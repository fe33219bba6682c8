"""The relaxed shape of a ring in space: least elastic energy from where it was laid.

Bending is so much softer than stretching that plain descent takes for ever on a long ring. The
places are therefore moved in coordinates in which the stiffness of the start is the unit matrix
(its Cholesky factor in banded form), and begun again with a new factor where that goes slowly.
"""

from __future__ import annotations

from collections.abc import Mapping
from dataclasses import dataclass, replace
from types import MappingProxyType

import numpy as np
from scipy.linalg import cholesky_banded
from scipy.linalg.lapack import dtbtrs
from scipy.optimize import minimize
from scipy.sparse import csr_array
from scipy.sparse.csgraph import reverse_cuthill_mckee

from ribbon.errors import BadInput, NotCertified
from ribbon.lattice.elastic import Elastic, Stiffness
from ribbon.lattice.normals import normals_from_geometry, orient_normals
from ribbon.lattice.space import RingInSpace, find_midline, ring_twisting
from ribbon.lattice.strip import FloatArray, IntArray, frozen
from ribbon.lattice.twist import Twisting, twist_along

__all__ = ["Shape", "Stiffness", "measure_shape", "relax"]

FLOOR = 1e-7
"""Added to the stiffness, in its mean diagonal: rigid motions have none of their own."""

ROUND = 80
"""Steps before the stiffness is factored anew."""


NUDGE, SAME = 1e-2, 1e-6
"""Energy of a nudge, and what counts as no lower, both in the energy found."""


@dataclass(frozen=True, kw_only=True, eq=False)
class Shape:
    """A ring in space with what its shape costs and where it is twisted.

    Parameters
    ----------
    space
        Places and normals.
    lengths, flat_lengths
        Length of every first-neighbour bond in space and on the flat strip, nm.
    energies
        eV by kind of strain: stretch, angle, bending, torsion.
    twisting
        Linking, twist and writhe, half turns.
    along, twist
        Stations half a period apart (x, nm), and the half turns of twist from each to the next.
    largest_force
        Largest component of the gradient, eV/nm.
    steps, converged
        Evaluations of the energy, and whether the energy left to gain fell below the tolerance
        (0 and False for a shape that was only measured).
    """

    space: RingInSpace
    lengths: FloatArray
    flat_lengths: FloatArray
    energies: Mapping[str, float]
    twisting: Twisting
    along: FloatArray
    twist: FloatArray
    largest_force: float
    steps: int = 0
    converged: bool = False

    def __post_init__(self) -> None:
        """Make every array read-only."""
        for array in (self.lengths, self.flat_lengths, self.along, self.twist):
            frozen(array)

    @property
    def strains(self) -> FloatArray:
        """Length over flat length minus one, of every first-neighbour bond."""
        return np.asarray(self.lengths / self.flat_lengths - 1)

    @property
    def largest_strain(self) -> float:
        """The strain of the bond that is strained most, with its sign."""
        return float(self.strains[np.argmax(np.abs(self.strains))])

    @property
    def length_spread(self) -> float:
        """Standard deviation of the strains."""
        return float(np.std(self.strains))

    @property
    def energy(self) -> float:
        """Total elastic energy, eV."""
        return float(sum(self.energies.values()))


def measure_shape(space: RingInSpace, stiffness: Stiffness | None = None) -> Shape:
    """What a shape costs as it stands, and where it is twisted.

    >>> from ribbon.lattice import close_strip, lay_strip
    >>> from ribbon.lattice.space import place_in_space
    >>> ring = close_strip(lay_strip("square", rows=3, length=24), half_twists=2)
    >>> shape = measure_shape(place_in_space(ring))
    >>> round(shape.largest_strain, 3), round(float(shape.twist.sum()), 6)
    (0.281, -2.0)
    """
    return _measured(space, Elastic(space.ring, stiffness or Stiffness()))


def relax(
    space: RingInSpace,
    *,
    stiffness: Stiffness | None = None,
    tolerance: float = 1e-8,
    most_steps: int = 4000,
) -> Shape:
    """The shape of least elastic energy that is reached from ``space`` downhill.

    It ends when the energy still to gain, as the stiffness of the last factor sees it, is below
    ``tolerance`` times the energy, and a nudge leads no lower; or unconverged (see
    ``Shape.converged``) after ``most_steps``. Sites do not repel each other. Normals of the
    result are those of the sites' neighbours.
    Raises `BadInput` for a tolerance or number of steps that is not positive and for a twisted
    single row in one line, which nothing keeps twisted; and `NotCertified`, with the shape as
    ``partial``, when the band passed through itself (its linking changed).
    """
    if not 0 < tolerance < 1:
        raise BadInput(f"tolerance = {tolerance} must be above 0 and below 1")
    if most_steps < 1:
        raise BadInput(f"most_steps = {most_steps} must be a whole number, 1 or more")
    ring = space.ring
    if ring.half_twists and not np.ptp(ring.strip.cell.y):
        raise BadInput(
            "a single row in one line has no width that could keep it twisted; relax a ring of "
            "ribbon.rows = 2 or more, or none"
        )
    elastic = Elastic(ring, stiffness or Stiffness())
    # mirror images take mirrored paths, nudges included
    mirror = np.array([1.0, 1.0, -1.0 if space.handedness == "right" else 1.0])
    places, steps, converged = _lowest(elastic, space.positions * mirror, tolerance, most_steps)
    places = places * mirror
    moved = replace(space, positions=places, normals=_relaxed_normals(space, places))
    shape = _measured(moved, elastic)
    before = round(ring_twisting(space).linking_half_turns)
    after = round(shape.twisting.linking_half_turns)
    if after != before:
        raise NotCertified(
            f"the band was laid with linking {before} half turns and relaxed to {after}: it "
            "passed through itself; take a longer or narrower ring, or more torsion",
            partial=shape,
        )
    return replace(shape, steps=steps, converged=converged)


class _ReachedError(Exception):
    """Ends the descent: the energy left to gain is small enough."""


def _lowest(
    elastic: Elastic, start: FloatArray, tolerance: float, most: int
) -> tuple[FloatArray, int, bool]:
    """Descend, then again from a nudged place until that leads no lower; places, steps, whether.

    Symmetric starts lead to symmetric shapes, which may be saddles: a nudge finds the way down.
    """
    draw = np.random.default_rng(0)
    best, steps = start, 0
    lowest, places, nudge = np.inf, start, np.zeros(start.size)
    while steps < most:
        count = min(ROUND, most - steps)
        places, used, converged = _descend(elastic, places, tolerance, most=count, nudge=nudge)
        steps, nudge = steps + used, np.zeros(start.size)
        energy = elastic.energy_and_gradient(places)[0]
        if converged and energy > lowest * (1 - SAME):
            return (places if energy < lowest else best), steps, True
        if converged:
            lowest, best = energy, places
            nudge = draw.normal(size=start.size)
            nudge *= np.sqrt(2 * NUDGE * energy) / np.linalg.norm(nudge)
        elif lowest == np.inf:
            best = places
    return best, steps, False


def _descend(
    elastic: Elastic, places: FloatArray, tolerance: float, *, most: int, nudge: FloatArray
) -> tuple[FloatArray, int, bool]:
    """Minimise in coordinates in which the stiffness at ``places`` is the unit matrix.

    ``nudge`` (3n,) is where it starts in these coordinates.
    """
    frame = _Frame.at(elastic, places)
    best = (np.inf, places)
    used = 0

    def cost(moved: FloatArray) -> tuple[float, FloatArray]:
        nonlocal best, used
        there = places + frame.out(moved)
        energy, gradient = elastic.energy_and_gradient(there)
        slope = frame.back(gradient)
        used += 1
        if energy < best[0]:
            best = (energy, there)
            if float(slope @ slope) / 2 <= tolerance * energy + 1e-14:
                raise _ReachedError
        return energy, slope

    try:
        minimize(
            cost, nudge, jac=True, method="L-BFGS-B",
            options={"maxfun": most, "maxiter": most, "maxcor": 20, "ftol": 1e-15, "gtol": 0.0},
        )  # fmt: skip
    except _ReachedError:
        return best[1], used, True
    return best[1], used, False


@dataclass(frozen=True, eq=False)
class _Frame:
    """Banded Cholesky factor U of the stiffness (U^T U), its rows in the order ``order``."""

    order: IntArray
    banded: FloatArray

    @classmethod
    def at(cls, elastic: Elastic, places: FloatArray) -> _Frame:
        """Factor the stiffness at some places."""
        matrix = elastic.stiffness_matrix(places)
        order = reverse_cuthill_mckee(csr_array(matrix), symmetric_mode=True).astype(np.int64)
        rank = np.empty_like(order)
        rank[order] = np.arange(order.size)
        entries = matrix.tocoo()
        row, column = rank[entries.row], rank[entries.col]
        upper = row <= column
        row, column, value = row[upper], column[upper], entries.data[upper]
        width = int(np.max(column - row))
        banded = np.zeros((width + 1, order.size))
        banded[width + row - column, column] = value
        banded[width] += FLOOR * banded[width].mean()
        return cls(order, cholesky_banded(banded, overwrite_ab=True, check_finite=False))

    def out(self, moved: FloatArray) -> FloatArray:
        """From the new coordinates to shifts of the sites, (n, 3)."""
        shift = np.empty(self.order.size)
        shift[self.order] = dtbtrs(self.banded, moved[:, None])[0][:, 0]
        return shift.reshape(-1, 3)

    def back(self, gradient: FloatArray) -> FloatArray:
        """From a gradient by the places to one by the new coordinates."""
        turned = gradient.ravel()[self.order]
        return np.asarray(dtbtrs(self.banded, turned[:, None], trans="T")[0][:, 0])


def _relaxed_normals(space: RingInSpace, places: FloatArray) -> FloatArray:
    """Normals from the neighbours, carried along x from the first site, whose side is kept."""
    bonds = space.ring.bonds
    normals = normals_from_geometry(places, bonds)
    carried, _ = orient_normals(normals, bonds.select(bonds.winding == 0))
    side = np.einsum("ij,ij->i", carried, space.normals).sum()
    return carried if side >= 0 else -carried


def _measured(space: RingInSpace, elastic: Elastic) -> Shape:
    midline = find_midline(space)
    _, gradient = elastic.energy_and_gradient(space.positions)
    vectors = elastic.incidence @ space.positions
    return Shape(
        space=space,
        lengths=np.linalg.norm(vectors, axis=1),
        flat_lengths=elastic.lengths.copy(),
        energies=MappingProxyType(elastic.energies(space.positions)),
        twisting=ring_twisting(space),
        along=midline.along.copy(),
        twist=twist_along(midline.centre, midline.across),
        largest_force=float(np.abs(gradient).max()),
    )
* * *
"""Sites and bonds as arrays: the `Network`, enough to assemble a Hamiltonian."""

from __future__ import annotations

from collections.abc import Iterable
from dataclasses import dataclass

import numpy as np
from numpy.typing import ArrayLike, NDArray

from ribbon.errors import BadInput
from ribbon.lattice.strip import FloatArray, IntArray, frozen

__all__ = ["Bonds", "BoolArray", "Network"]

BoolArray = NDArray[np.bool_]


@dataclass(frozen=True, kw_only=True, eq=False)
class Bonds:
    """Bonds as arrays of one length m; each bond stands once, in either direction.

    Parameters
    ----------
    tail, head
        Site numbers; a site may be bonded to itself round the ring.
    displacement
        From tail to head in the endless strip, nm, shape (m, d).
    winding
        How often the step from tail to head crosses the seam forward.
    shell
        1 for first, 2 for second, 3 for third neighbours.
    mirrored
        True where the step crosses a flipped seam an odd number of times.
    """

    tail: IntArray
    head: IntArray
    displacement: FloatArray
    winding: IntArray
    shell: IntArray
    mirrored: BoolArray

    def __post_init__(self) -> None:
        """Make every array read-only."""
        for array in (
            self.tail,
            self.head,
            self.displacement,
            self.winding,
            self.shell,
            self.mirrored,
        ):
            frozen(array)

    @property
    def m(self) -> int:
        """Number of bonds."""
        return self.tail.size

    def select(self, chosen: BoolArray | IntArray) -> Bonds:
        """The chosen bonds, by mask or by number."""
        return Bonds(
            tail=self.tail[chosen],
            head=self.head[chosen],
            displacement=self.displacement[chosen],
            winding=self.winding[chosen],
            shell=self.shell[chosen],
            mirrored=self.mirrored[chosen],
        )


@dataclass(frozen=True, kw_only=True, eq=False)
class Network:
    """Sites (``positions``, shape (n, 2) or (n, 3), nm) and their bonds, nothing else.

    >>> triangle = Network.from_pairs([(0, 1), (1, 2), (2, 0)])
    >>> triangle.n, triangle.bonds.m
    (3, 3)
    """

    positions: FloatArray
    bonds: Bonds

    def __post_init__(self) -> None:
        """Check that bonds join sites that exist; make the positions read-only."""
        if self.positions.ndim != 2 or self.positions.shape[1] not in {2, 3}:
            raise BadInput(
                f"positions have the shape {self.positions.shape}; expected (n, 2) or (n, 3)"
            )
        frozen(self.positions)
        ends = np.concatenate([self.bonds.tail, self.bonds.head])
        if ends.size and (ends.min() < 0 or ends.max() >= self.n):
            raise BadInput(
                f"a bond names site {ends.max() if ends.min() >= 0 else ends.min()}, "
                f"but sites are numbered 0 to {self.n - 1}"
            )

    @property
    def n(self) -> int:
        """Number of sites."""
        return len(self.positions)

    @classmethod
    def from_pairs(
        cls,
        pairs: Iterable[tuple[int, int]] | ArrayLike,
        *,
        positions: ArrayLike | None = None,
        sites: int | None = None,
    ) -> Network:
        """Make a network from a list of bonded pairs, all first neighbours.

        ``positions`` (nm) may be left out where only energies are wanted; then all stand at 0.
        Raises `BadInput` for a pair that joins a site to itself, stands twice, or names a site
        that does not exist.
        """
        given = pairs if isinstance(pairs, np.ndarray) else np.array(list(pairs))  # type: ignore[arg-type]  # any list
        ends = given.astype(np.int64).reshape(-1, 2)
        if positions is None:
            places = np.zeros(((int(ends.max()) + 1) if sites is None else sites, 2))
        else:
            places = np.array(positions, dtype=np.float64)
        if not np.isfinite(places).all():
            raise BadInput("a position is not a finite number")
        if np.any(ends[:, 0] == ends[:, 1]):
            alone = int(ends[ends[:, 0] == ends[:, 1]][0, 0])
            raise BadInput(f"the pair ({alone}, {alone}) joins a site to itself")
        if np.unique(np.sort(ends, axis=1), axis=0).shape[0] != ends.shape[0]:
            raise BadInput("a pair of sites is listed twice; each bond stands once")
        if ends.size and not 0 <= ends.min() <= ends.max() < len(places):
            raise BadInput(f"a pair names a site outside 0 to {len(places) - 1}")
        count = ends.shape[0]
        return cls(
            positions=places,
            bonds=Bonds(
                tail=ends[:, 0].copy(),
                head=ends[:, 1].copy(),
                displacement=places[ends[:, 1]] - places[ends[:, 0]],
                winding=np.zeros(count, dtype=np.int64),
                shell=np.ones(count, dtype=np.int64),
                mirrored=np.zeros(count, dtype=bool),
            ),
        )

Your instructions
For the data above, state only how many lines include the word "carried".

Answer to this problem
4